SCRAPS: Speech Contrastive Representations of Acoustic and Phonetic Spaces

  • paper_url: http://arxiv.org/abs/2307.12445
  • repo_url: None
  • paper_authors: Ivan Vallés-Pérez, Grzegorz Beringer, Piotr Bilinski, Gary Cook, Roberto Barra-Chicote
  • for: This paper aims to learn shared representations of phonetic and acoustic spaces in the speech domain using a CLIP-based model.
  • methods: The proposed model is trained using the CLIP framework, which enables deep learning systems to learn shared latent spaces between images and text descriptions.
  • results: The model shows sensitivity to phonetic changes and robustness against different types of noise, with a 91% score drop when replacing 20% of the phonemes at random and a 10% performance drop when mixing the audio with 75% of Gaussian noise. The resulting embeddings are also found to be useful for downstream applications such as intelligibility evaluation and speech generation.
    Abstract Numerous examples in the literature proved that deep learning models have the ability to work well with multimodal data. Recently, CLIP has enabled deep learning systems to learn shared latent spaces between images and text descriptions, with outstanding zero- or few-shot results in downstream tasks. In this paper we explore the same idea proposed by CLIP but applied to the speech domain, where the phonetic and acoustic spaces usually coexist. We train a CLIP-based model with the aim to learn shared representations of phonetic and acoustic spaces. The results show that the proposed model is sensible to phonetic changes, with a 91% of score drops when replacing 20% of the phonemes at random, while providing substantial robustness against different kinds of noise, with a 10% performance drop when mixing the audio with 75% of Gaussian noise. We also provide empirical evidence showing that the resulting embeddings are useful for a variety of downstream applications, such as intelligibility evaluation and the ability to leverage rich pre-trained phonetic embeddings in speech generation task. Finally, we discuss potential applications with interesting implications for the speech generation and recognition fields.
    摘要 多种例子在 literatur 中证明深度学习模型可以处理多模态数据。

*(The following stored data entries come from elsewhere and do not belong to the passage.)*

import { eq } from "drizzle-orm";
import { afterAll, beforeAll, expect, it } from "vitest";
import { db } from "../../src/server/db/client";
import { findOrganisationBySlug } from "../../src/server/db/queries/organisations";
import { findByIdentity, rolesOf } from "../../src/server/db/queries/people";
import { organisations, users } from "../../src/server/db/schema/people";
import { foundOrganisation } from "../../src/server/organisations/found";
import { organisationView } from "../../src/server/organisations/view";
import { newMember, newOrganisation } from "../fixtures/organisation";
import { startTestApp, type TestApp } from "../support/test-app";

let app: TestApp;

beforeAll(async () => {
  app = await startTestApp();
});
afterAll(() => app.close());

it("an organisation is founded with an admin whom the provider knows", async () => {
  const identity = { issuer: "https://login.example", subject: "ada" };
  const admin = { name: "Ada Quist", email: "Ada@Farnwick.example", identity };
  const { organisationId } = await foundOrganisation("Farnwick Signals", admin);
  expect(await findOrganisationBySlug(db(), "farnwick-signals")).toMatchObject({ id: organisationId });
  const [known] = await findByIdentity(db(), identity.issuer, identity.subject);
  expect(known?.organisationId).toBe(organisationId);
  expect(await rolesOf(db(), known?.userId ?? "")).toEqual(["admin"]);
});

it("neither organisation nor admin is there when one of them cannot be", async () => {
  const admin = { name: "Bea Lund", email: "bea@taken.example" };
  await foundOrganisation("Taken Name", admin);
  await expect(foundOrganisation("taken  name!", { ...admin, email: "bea@second.example" })).rejects.toThrow(
    'There is an organisation by the name "taken  name!"',
  );
  expect(await db().select().from(users).where(eq(users.email, "bea@second.example"))).toEqual([]);
  await expect(foundOrganisation("Half Done", { ...admin, name: "x".repeat(300) })).rejects.toThrow();
  expect(await db().select().from(organisations).where(eq(organisations.slug, "half-done"))).toEqual([]);
});

it("the organisation's page shows its own people with their roles, and its own activity", async () => {
  const organisation = await newOrganisation("Viewed Office");
  const admin = await newMember(organisation, ["admin", "planner"]);
  const auditor = await newMember(organisation, ["auditor"]);
  await newMember(await newOrganisation("Unseen Office"), ["planner"]);
  const view = await organisationView(admin);
  expect(view.organisation).toMatchObject({
    id: organisation.id,
    name: "Viewed Office",
    slug: "viewed-office",
  });
  const seen = view.members.map(({ userId, roles }) => [userId, [...roles].sort()]);
  expect(Object.fromEntries(seen)).toEqual({
    [admin.userId]: ["admin", "planner"],
    [auditor.userId]: ["auditor"],
  });
  expect(view.head.sequence).toBe(2);
});
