import { env as variables } from "node:process";
import { afterAll, beforeAll, expect, it } from "vitest";
import { db } from "../../src/server/db/client";
import { listDrawings } from "../../src/server/db/queries/drawings";
import type { PlanRow } from "../../src/server/db/queries/plans";
import { listObjectKeys } from "../../src/server/storage/objects";
import { as } from "../fixtures/api-client";
import { floorPicture } from "../fixtures/images";
import { newMember, newOrganisation, type SignedInMember } from "../fixtures/organisation";
import { newPlan } from "../fixtures/sites";
import { startStoreProxy, type StoreProxy } from "../fixtures/store-proxy";
import { startTestApp, type TestApp } from "../support/test-app";

let app: TestApp;
let store: StoreProxy;
let planner: SignedInMember;
let plan: PlanRow;

beforeAll(async () => {
  app = await startTestApp();
  store = await startStoreProxy(String(variables["S3_ENDPOINT"]));
  variables["S3_ENDPOINT"] = store.url;
  planner = await newMember(await newOrganisation("Store Office"), ["planner"]);
  plan = await newPlan(planner);
});
afterAll(async () => {
  await app.close();
  await store.close();
});

const upload = async () =>
  as(app, planner)("post", `/api/plans/${plan.id}/drawings`)
    .set("Content-Type", "image/png")
    .send(await floorPicture(90, 60).png().toBuffer());

const kept = async () => ({
  rows: (await listDrawings(db(), plan.organisationId, plan.id)).length,
  keys: (await listObjectKeys("")).sort(),
});

it.each([
  ["image", 0],
  ["thumbnail", 1],
])("keeps neither row nor object when the store refuses the %s", async (_which, number) => {
  const before = await kept();
  store.refusePut(number);
  const answer = await upload();
  expect([answer.status, answer.body.error.code]).toEqual([503, "service.unavailable"]);
  expect(answer.body.error.message).toMatch(/nothing was changed/);
  expect(await kept()).toEqual(before);

  store.letThrough();
  expect((await upload()).status).toBe(201);
  expect((await kept()).rows).toBe(before.rows + 1);
});
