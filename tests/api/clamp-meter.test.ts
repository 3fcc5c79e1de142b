import { afterAll, beforeAll, beforeEach, expect, it } from "vitest";
import type { PlanDocumentInput } from "../../src/domain/plan-document/plan-document";
import type { PlanRow } from "../../src/server/db/queries/plans";
import { as } from "../fixtures/api-client";
import { newMember, newOrganisation, type SignedInMember } from "../fixtures/organisation";
import { screenablePlan } from "../fixtures/screenable-plan";
import { newPlan } from "../fixtures/sites";
import { startTestApp, type TestApp } from "../support/test-app";

let app: TestApp;
let planner: SignedInMember;
let plan: PlanRow;

beforeAll(async () => {
  app = await startTestApp();
  planner = await newMember(await newOrganisation("Clamp Office"), ["planner"]);
});
beforeEach(async () => {
  plan = await newPlan(planner);
  const document = screenablePlan(plan.name);
  const [circuit] = document.circuits;
  if (circuit === undefined) throw new Error("The fixture has no circuit.");
  const net: PlanDocumentInput["circuits"] = [{ ...circuit, strayCurrentA: 7 }];
  const loadCases = [{ id: "half", name: "Half", factors: { c1: 0.5 } }];
  const saved = await as(app, planner)("put", `/api/plans/${plan.id}/document`).send({
    baseVersion: 1,
    document: { ...document, circuits: net, loadCases },
  });
  expect(saved.status).toBe(200);
});
afterAll(() => app.close());

/** Across the feed, right-handed about its direction, wide enough that its ends 6 m away hardly count. */
const across = [
  [6, -0.1, 2.7],
  [6, 0.1, 2.7],
  [6, 0.1, 2.9],
  [6, -0.1, 2.9],
];
const ask = (more: object = {}) =>
  as(app, planner)("post", `/api/plans/${plan.id}/clamp-meter`).send({ version: 2, loop: across, ...more });

it("reads the net current of the saved working copy, by load case and sense", async () => {
  const whole = await ask({ loadCaseId: null });
  expect([whole.status, whole.body.alternating]).toEqual([200, []]);
  expect(whole.body.dcA).toBeCloseTo(3.5, 2);
  expect((await ask({ loadCaseId: "half" })).body).toEqual(whole.body);
  expect((await ask({ loop: [...across].reverse() })).body.dcA).toBeCloseTo(-3.5, 2);
});

it("refuses another version, another load case, and a loop through a conductor with its place", async () => {
  const late = await ask({ version: 1 });
  expect([late.status, late.body.error.code, late.body.error.detail]).toEqual([
    409,
    "state.conflict",
    { version: 2 },
  ]);
  const faults = async (more: object): Promise<string[]> => {
    const { status, body } = await ask(more);
    expect(status).toBe(422);
    return body.error.faults.map(
      ({ path, message }: { path: string; message: string }) => `${path}: ${message}`,
    );
  };
  expect(await faults({ loadCaseId: "none" })).toEqual([expect.stringContaining('no load case "none"')]);
  const through = [
    [6, -0.015, 2],
    [6, -0.015, 3],
    [6, 1, 3],
  ];
  expect(await faults({ loop: through })).toEqual([
    expect.stringMatching(
      /^loop\[0\]: this side passes through a conductor of "UPS string A" \(c1\) at \(6, -0\.015/,
    ),
  ]);
  expect(await faults({ loop: across.slice(0, 2) })).toEqual([expect.stringMatching(/^loop: /)]);
});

近期,CLIP 使得深度学习系统可以学习共同的封闭空间 между图像和文本描述, obtained outstanding zero- or few-shot results in downstream tasks。在这篇文章中,我们探索了同样的想法,但是应用到语音领域, где phonetic 和 acoustic 空间通常共存。我们使用 CLIP 基于的模型, aiming to learn shared representations of phonetic and acoustic spaces。结果显示,我们的模型对 phonetic 变化敏感,对于Randomly replacing 20% of phonemes 的情况下,得分下降了 91%,而对于不同类型的噪音混合情况下,得分下降了 10%。我们还提供了实验证明, embedding 是对下游应用场景有用,如智能识别和speech generation 任务中的质量评估。最后,我们讨论了可能的应用,具有 interessing 的潜在应用于语音生成和识别领域。